Every line containing "outcome" should be identified and copied from the data below.

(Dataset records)
*****

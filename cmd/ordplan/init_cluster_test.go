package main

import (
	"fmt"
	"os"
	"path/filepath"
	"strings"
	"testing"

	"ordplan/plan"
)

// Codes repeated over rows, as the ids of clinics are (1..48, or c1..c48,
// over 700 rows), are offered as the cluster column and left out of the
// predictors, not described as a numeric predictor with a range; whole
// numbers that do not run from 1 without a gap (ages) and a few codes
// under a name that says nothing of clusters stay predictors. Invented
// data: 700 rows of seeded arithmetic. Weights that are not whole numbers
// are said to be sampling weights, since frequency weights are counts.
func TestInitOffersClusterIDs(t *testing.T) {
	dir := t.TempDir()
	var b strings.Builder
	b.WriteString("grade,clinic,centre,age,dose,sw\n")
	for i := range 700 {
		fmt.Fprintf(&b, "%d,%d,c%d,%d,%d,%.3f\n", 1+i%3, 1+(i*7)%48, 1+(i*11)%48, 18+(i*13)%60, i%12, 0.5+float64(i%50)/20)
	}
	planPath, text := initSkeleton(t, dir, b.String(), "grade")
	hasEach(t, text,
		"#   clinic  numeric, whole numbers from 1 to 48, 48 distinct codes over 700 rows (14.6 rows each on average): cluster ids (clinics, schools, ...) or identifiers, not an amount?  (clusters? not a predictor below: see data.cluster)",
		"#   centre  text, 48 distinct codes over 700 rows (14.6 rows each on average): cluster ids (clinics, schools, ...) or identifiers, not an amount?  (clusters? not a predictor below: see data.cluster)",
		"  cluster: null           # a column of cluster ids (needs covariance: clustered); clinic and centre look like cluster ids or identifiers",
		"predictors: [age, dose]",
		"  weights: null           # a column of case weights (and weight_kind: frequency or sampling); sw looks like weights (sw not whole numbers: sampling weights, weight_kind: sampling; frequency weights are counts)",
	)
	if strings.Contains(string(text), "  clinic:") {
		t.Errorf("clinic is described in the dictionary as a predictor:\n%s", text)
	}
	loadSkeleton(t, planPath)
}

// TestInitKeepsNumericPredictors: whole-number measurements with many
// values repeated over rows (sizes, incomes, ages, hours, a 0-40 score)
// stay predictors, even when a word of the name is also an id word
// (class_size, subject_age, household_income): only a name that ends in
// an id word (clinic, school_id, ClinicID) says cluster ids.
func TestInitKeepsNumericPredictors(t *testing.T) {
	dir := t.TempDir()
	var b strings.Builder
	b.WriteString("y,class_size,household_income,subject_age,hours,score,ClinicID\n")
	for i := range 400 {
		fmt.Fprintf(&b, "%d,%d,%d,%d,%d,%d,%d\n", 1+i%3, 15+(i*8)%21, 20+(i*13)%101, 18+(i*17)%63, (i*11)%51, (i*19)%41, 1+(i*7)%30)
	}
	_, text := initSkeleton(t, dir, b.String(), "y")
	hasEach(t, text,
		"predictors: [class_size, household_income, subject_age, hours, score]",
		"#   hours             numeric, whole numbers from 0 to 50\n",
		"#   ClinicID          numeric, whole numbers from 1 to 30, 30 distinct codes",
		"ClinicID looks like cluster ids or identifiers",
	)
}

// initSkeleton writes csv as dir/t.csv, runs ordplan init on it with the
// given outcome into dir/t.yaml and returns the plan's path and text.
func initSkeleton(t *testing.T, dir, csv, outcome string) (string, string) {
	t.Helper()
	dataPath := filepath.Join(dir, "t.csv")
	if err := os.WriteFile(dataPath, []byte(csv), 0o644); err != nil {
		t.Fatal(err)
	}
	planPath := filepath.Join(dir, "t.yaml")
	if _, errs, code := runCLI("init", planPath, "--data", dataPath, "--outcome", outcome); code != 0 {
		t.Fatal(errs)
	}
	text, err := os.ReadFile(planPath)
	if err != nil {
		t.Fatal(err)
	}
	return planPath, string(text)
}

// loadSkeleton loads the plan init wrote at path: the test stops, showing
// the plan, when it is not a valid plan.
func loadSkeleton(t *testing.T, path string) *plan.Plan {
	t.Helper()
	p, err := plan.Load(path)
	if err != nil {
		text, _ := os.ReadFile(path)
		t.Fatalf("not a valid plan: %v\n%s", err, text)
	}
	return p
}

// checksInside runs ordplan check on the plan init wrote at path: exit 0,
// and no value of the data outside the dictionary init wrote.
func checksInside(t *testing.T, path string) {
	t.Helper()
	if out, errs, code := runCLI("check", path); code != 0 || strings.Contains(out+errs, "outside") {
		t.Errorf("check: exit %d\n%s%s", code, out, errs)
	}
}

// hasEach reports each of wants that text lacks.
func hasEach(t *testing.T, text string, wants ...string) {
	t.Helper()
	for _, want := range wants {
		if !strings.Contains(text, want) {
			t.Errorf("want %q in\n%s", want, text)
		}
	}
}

*****

• Result of the task:
// given outcome into dir/t.yaml and returns the plan's path and text.
func initSkeleton(t *testing.T, dir, csv, outcome string) (string, string) {
	if _, errs, code := runCLI("init", planPath, "--data", dataPath, "--outcome", outcome); code != 0 {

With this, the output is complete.